In this notebook, we will install and run queries on a TigerGraph database to collect data from their Crunchbase Knowledge Graph demo and then pipe this data into a Graph Convolutional Neural Network (GCN) to predict whether or not a company will IPO. The performance of the GCN is not astounding, but we will explore why this is due to the very nature of the dataset and some of the simplifications I make. Other models may fair better, although these avenues haven't been explored yet.

# TigerGraph Setup

We will be installing the queries found in ../db_scripts onto the TigerGraph database. This will create a REST endpoint that the package pyTigerGraph will request from in order to grab the data for the GCN. If you haven't already done so, create a free TigerGraph cloud instance of the CrunchBase knowledge graph demo. Then, configure your gradle-local.properties file and get a SSL certificate from the server following the directions found [here](https://medium.com/@jon.herke/getting-started-with-giraffle-on-tigergraph-cloud-970ead739943). Then, we will be all set to use gradle and Giraffle to install the necessary queries

## Installing Queries

In [None]:
%cd ..

!gradle tasks --console=plain

In [None]:
!gradle createCompanyLinks --console=plain
!gradle installCompanyLinks --console=plain

In [None]:
!gradle createGetAllIpo --console=plain
!gradle installGetAllIpo --console=plain

In [None]:
!gradle createGetAllCompanies --console=plain
!gradle installGetAllCompanies --console=plain

# Importing Packages

In [None]:
import pyTigerGraph as tg 
import cfg
import random

import torch
import torch.nn as nn
import torch.nn.functional as F
import pyTigerGraph as tg
import dgl
import networkx as nx
from heapq import nlargest, nsmallest

from gcn import GCN

# Creating Connection to Database and Getting Data

## Getting API token from Secret

In [None]:
cfg.token = tg.TigerGraphConnection(host="https://crunchml1.i.tgcloud.io", graphname="CrunchBasePre_2013").getToken(cfg.secret, "1000000")[0]

In [None]:
conn = tg.TigerGraphConnection(host="https://crunchml1.i.tgcloud.io", graphname="CrunchBasePre_2013", password=cfg.password, apiToken=cfg.token)
conn.debug=False

## Getting Edges Between Companies

The cell below runs the query companyLinks, and then formats each edge into a tuple (src, destination). Unfortunately, due to both memory constraints as well as the imbalanced nature of the dataset, we will not use all of the edges in the graph, and instead sample nodes and then search this list for edges between the nodes.

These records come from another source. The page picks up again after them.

"""Rig schemas: the validated, canonical-unit description of equipment that calculators read.

Lengths are in millimetres and masses in kilograms (the unit is in each field name); each such
field also accepts a string with a unit, parsed with pint (see :mod:`calculators.units`).
Unknown fields are rejected rather than silently dropped.
"""

from __future__ import annotations

from enum import StrEnum
from typing import Annotated

from pydantic import BaseModel, BeforeValidator, ConfigDict, Field, ValidationInfo, field_validator, model_validator

from calculators.units import (
    Micrometres,
    Millimetres,
    NonNegativeKilograms,
    NonNegativeMillimetres,
    PositiveKilograms,
    PositiveMillimetres,
)

Name = Annotated[str, Field(min_length=1, max_length=120)]
Throughput = Annotated[float, Field(gt=0, le=1)]


MIN_FOCAL_RATIO = 0.5

#: Largest aperture: 50 m, above the largest telescopes ever planned (about 40 m).
MAX_APERTURE_MM = 50_000.0
#: Longest focal length: 1 km (the longest effective focal lengths of giant telescopes' instruments
#: are some hundreds of metres; an amateur's, a few metres). Every other length: 1 km as well
#: (calculators.units.MAX_LENGTH_MM); every mass at most 100 t (MAX_MASS_KG).
MAX_FOCAL_LENGTH_MM = 1_000_000.0


def check_focal_ratio(ratio: float) -> None:
    """Refuse an (effective) focal ratio below 0.5, which no real optical system reaches."""
    if ratio < MIN_FOCAL_RATIO:
        raise ValueError(
            f"gives a focal ratio of {ratio:.3g}, below the physical minimum of {MIN_FOCAL_RATIO}; "
            "check focal_length_mm, aperture_mm and the train's factors"
        )


class Strict(BaseModel):
    """Base for every input schema: unknown fields and non-finite numbers are errors."""

    model_config = ConfigDict(extra="forbid", allow_inf_nan=False)


class Price(Strict):
    amount: float = Field(ge=0, le=1e12, description="Price in the given currency.")
    currency: str = Field(
        pattern=r"^[A-Z]{3}$",
        description="ISO 4217 alphabetic currency code, e.g. EUR.",
        examples=["EUR"],
    )


class Design(StrEnum):
    """Optical designs, by their trade names (what a telescope is used for is not a design)."""

    refractor = "refractor"
    newtonian = "newtonian"
    schmidt_cassegrain = "schmidt-cassegrain"
    ritchey_chretien = "ritchey-chretien"
    maksutov_cassegrain = "maksutov-cassegrain"
    dall_kirkham = "dall-kirkham"
    schmidt_newtonian = "schmidt-newtonian"
    maksutov_newtonian = "maksutov-newtonian"
    other = "other"


# Typical total optical transmission of the bare telescope, used when `throughput` is not given.
# Common practice (no single published source): protected aluminium ~0.90 per reflection,
# a multi-coated refractor ~0.95, a full-aperture corrector plate or meniscus ~0.92.
DEFAULT_THROUGHPUT: dict[Design, float] = {
    Design.refractor: 0.95,
    Design.newtonian: 0.81,
    Design.schmidt_cassegrain: 0.75,
    Design.ritchey_chretien: 0.81,
    Design.maksutov_cassegrain: 0.75,
    Design.dall_kirkham: 0.81,
    Design.schmidt_newtonian: 0.75,
    Design.maksutov_newtonian: 0.75,
    Design.other: 0.80,
}

# Renamed values, accepted for one release (README, "Renamed in this release"). "astrograph" names a
# purpose, not a design: such a telescope becomes "other", keeping the 0.85 default transmission the
# old value had when it states none, so its results do not change.
OLD_DESIGNS = {"astrograph": Design.other}
OLD_DESIGN_THROUGHPUT = 0.85


def _old_design(value):
    return OLD_DESIGNS.get(value, value) if isinstance(value, str) else value


def upgrade_old_telescope(data):
    """A telescope body in the previous release's words, in this release's (see ``OLD_DESIGNS``)."""
    if isinstance(data, dict) and isinstance(data.get("design"), str) and data["design"] in OLD_DESIGNS:
        data = {**data, "design": OLD_DESIGNS[data["design"]].value}
        if data.get("throughput") is None:
            data["throughput"] = OLD_DESIGN_THROUGHPUT
    return data


class Telescope(Strict):
    name: Name | None = None
    design: Annotated[Design, BeforeValidator(_old_design)] = Field(
        default=Design.other, description="Optical design; sets default transmission, spikes, coma."
    )
    aperture_mm: Annotated[Millimetres, Field(gt=0, le=MAX_APERTURE_MM)] = Field(
        description="Clear aperture (at most 50 m)."
    )
    focal_length_mm: Annotated[Millimetres, Field(gt=0, le=MAX_FOCAL_LENGTH_MM)] = Field(
        description="Focal length of the bare telescope (at most 1 km)."
    )
    obstruction_mm: NonNegativeMillimetres = Field(
        default=0.0, description="Central obstruction diameter; 0 for an unobstructed design."
    )
    throughput: Throughput | None = Field(
        default=None,
        description="Total optical transmission 0-1; when omitted, a per-design default "
        "(common practice) is used.",
    )
    mass_kg: NonNegativeKilograms | None = None
    length_mm: PositiveMillimetres | None = None
    tube_diameter_mm: PositiveMillimetres | None = None
    spider_vanes: int | None = Field(default=None, ge=0, le=16)
    mirror_thickness_mm: PositiveMillimetres | None = None
    image_circle_mm: PositiveMillimetres | None = Field(
        default=None, description="Diameter of the fully illuminated field at focus, if stated."
    )
    outward_focus_travel_mm: NonNegativeMillimetres | None = Field(
        default=None, le=1000,
        description="How far behind the focuser's face, racked fully in, the focus lies (designs "
        "whose focus can run out, such as newtonians); the train and the camera's flange distance "
        "must fit in it.",
    )
    price: Price | None = None

    @model_validator(mode="before")
    @classmethod
    def _old_names(cls, data):
        return upgrade_old_telescope(data)

    # Cross-field rules are field validators (fields validate in declaration order), so the
    # error's location names the offending field.
    @field_validator("focal_length_mm")
    @classmethod
    def _focal_ratio_possible(cls, value: float, info: ValidationInfo) -> float:
        aperture = info.data.get("aperture_mm")
        if aperture is not None:
            check_focal_ratio(value / aperture)
        return value

    @field_validator("obstruction_mm")
    @classmethod
    def _obstruction_smaller_than_aperture(cls, value: float, info: ValidationInfo) -> float:
        aperture = info.data.get("aperture_mm")
        if aperture is not None and value >= aperture:
            raise ValueError(f"must be smaller than aperture_mm ({aperture:g} mm), got {value:g} mm")
        return value

    @property
    def effective_throughput(self) -> float:
        return self.throughput if self.throughput is not None else DEFAULT_THROUGHPUT[self.design]


class ModifierKind(StrEnum):
    """Kinds of the old single-element slot (deprecated: see :class:`Modifier`)."""

    reducer = "reducer"
    corrector = "corrector"
    flattener = "flattener"
    reducer_flattener = "reducer-flattener"
    barlow = "barlow"


# Common practice: a few multi-coated elements pass about 97-98% of the light.
DEFAULT_MODIFIER_THROUGHPUT: dict[ModifierKind, float] = {
    ModifierKind.reducer: 0.97,
    ModifierKind.corrector: 0.97,
    ModifierKind.flattener: 0.98,
    ModifierKind.reducer_flattener: 0.97,
    ModifierKind.barlow: 0.96,
}


class Modifier(Strict):
    """The old single optical element of a rig, read for one release (deprecated).

    A rig's ``modifier`` becomes a one-element ``train``; :meth:`to_element` gives that element.
    """

    name: Name | None = None
    kind: ModifierKind
    factor: float = Field(gt=0, le=10, description="Multiplies the telescope's focal length.")
    throughput: Throughput | None = None
    mass_kg: NonNegativeKilograms | None = None
    price: Price | None = None
    corrected_field_mm: PositiveMillimetres | None = Field(
        default=None, description="Diameter of the well-corrected image circle, if stated."
    )

    @property
    def effective_throughput(self) -> float:
        if self.throughput is not None:
            return self.throughput
        return DEFAULT_MODIFIER_THROUGHPUT[self.kind]

    def to_element(self) -> dict:
        """The train element this modifier stands for (a reducer or barlow whose factor is on
        the wrong side of 1 becomes a corrector, the kind that takes any factor)."""
        return modifier_to_element(self.model_dump(exclude_none=True))


def modifier_to_element(spec: dict) -> dict:
    """An old modifier's spec (a dict, as stored or sent) as a train element's spec."""
    spec = dict(spec)
    if "corrected_field_mm" in spec:
        spec["image_circle_mm"] = spec.pop("corrected_field_mm")
    kind, factor = spec.get("kind"), spec.get("factor", 1.0)
    if (kind in ("reducer", "reducer-flattener") and factor > 1) or (kind == "barlow" and factor < 1):
        spec["kind"] = "corrector"
    return spec


class SensorType(StrEnum):
    mono = "mono"
    colour = "colour"


class Camera(Strict):
    name: Name | None = None
    pixel_size_um: Micrometres = Field(gt=0, le=100, description="Pixel pitch in micrometres.")
    width_px: int = Field(gt=0, le=200_000)
    height_px: int = Field(gt=0, le=200_000)
    quantum_efficiency: float | None = Field(default=None, gt=0, le=1)
    read_noise_e: float | None = Field(default=None, ge=0, le=1000)
    dark_current_e_per_s: float | None = Field(default=None, ge=0, le=1e6)
    mass_kg: NonNegativeKilograms | None = None
    price: Price | None = None
    flange_to_sensor_mm: NonNegativeMillimetres | None = Field(
        default=None, le=200,
        description="Distance from the camera's front face to its sensor (in air, cover glass "
        "included).",
    )
    sensor: SensorType | None = Field(default=None, description="mono or colour (a colour "
                                      "filter array); not stated when omitted.")


class MountType(StrEnum):
    german_equatorial = "german-equatorial"
    fork = "fork"
    alt_azimuth = "alt-azimuth"
    dobsonian = "dobsonian"
    other = "other"


class Drive(StrEnum):
    """How the motors turn the axes."""

    worm = "worm"
    strain_wave = "strain-wave"
    belt = "belt"
    direct = "direct"
    other = "other"


# Renamed values, accepted for one release (README, "Renamed in this release"): the type named after
# a gear's trade name is a german-equatorial mount with a strain-wave drive.
OLD_MOUNT_TYPES = {"harmonic-equatorial": (MountType.german_equatorial, Drive.strain_wave)}


def upgrade_old_mount(data):
    """A mount body in the previous release's words, in this release's (see ``OLD_MOUNT_TYPES``)."""
    if isinstance(data, dict) and isinstance(data.get("type"), str) and data["type"] in OLD_MOUNT_TYPES:
        kind, drive = OLD_MOUNT_TYPES[data["type"]]
        data = {**data, "type": kind.value}
        if data.get("drive") is None:
            data["drive"] = drive.value
    return data


class Mount(Strict):
    name: Name | None = None
    type: MountType = Field(default=MountType.german_equatorial, description="Mount geometry.")
    drive: Drive | None = Field(default=None, description="Gearing of the axes, when known.")
    capacity_kg: PositiveKilograms = Field(description="Rated instrument payload (at most 100 t).")
    mass_kg: NonNegativeKilograms | None = None
    price: Price | None = None

    @model_validator(mode="before")
    @classmethod
    def _old_names(cls, data):
        return upgrade_old_mount(data)


class Accessory(Strict):
    name: Name
    mass_kg: NonNegativeKilograms = 0.0
    price: Price | None = None


def one_currency(accessories: list[Accessory]) -> list[Accessory]:
    """The accessories, if their prices share one currency (they are added up); ValueError otherwise."""
    currencies = {a.price.currency for a in accessories if a.price is not None}
    if len(currencies) > 1:
        raise ValueError(f"accessories of one rig must share a currency, got {sorted(currencies)}")
    return accessories


class Geometry(Strict):
    """Where the payload sits on a german-equatorial mount, for moments and inertia."""

    payload_arm_mm: PositiveMillimetres = Field(
        description="Distance from the right-ascension axis to the payload's centre of mass, "
        "along the declination axis."
    )
    counterweight_kg: PositiveKilograms


def __getattr__(name: str):
    # Rig lives in calculators.rig (it needs the train's elements, which need the types above);
    # it is still importable from here, as it always was.
    if name == "Rig":
        from calculators.rig import Rig

        return Rig
    raise AttributeError(f"module {__name__!r} has no attribute {name!r}")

#### **Assumption Alert:** We oversimplify the graph here. The query returns pairs of companies that have something in common. This hurts accuracy (a lot). Where TigerGraph comes in is the ease of data extraction, as there are no JOIN operations to create these links between companies.
* Note: It is possible to create a GCN that has multiple types of verticies, (known as a Relational Graph Convolutional Notebook) but it is more complex. A good way to get started is to simplify until you only have relations between the same type of thing.

In [None]:
edges = [(thing["src"], thing["dest"]) for thing in conn.runInstalledQuery("companyLinks", {}, sizeLimit=512000000, timeout=320000)[0]["@@tupleRecords"]]
print(edges[:3])


## Getting the List of IPOed Companies

In [None]:
print("Getting IPOed List")
ipoed = list(set([thing["src"] for thing in conn.runInstalledQuery("getAllIpo", {}, sizeLimit=512000000, timeout=320000)[0]["@@tupleRecords"]]) - set(['']))
print("Getting Non IPOed List")
nonipo = list(set([thing["src"] for thing in conn.runInstalledQuery("getAllCompanies", {}, sizeLimit=512000000, timeout=320000)[0]["@@tupleRecords"]]) - set(ipoed) - set(['']))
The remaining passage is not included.